- **WHAT THE TASK REQUIRES**
From the data that follows, copy every line holding the string "kwargs".
· · · ·
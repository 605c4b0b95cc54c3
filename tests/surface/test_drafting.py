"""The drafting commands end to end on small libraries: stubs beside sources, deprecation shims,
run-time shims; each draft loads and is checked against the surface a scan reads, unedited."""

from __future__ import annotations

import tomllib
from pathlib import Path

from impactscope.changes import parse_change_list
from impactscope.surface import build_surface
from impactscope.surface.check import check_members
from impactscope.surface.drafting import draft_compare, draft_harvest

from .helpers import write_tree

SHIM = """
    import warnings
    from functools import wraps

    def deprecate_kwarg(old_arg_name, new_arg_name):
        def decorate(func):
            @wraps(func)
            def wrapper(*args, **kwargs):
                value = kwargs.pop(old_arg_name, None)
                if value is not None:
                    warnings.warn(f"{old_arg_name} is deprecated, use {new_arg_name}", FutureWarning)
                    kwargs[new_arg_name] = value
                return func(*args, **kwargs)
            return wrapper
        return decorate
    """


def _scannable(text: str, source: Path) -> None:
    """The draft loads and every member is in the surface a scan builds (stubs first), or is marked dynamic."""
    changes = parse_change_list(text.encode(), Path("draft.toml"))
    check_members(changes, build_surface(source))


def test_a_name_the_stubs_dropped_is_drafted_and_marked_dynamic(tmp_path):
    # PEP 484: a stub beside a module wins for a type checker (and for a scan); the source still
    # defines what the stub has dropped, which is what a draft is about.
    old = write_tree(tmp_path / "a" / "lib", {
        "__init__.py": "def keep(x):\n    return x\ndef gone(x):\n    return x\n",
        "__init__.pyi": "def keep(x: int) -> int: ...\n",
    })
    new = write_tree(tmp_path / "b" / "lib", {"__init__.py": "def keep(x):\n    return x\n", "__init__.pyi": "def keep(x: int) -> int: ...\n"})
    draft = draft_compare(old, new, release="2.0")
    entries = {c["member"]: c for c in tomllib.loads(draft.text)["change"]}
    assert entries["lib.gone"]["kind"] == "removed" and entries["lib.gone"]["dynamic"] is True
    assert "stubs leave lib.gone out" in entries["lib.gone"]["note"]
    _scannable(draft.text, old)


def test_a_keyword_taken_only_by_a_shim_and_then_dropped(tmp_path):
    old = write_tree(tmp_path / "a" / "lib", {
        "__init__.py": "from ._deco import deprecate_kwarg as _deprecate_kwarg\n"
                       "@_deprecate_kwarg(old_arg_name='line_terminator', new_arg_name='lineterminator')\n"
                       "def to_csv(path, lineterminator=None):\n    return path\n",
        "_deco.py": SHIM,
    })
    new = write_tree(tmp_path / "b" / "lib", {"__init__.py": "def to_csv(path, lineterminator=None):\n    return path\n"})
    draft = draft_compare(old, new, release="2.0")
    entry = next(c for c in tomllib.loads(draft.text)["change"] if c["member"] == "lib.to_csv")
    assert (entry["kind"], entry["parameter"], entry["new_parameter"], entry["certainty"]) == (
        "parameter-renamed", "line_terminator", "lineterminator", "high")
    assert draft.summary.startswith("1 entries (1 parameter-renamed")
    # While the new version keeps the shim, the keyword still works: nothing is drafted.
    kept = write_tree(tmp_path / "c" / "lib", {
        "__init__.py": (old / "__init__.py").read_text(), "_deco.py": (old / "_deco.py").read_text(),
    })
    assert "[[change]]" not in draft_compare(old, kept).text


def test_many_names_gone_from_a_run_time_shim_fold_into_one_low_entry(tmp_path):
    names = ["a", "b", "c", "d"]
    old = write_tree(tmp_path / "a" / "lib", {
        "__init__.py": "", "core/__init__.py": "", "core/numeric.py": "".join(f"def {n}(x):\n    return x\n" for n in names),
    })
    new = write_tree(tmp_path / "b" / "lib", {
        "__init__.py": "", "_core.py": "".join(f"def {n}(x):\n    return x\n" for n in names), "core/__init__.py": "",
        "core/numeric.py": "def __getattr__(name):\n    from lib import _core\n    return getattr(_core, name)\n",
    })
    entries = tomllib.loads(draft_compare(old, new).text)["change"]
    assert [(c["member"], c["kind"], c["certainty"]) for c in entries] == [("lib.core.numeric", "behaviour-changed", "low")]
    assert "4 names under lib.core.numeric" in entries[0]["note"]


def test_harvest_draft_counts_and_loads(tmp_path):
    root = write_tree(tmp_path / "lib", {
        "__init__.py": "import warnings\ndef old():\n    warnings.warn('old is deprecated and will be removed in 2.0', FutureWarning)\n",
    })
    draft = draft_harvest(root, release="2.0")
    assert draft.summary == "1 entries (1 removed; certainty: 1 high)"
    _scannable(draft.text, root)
· · · ·
- **RESPONSE**
            def wrapper(*args, **kwargs):
                value = kwargs.pop(old_arg_name, None)
                    kwargs[new_arg_name] = value
                return func(*args, **kwargs)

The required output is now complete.